> _Your instructions_
Pull every line from the records that has the word "float" in it.

> _Materials provided_

def _cross_sections(doc, base, problems):
    value = doc.get("cross_sections", [])
    line = line_of(doc, "cross_sections")
    if value is None:
        value = []
    if _text(value):
        value = [value]
    if not isinstance(value, list):
        problems.add("cross_sections", "expected a list of file paths", line)
        return (), (), {}
    paths, sets, ids = [], [], {}
    for item in value:
        if not _text(item) or not item.strip() or "\0" in item:
            problems.add("cross_sections", f"{_label(item)} is not a file path", line)
            continue
        p = _resolve(base, item.strip())
        try:
            cs = load_cross_sections(p)
        except InputError as exc:
            problems.extend(exc)
            continue
        except OverflowError:   # an integer too large for a float in that file
            problems.add("cross_sections", f"{p}: holds a number too large for a float", line)
            continue
        paths.append(p)
        sets.append(cs)
        for proc in cs.processes:
            if proc.id in ids:
                problems.add("cross_sections", f"process id {proc.id!r} appears in two files "
                             f"({ids[proc.id].gas} and {cs.gas})", line)
            ids[proc.id] = proc
    return tuple(paths), tuple(sets), ids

> _Answer section_
        except OverflowError:   # an integer too large for a float in that file
            problems.add("cross_sections", f"{p}: holds a number too large for a float", line)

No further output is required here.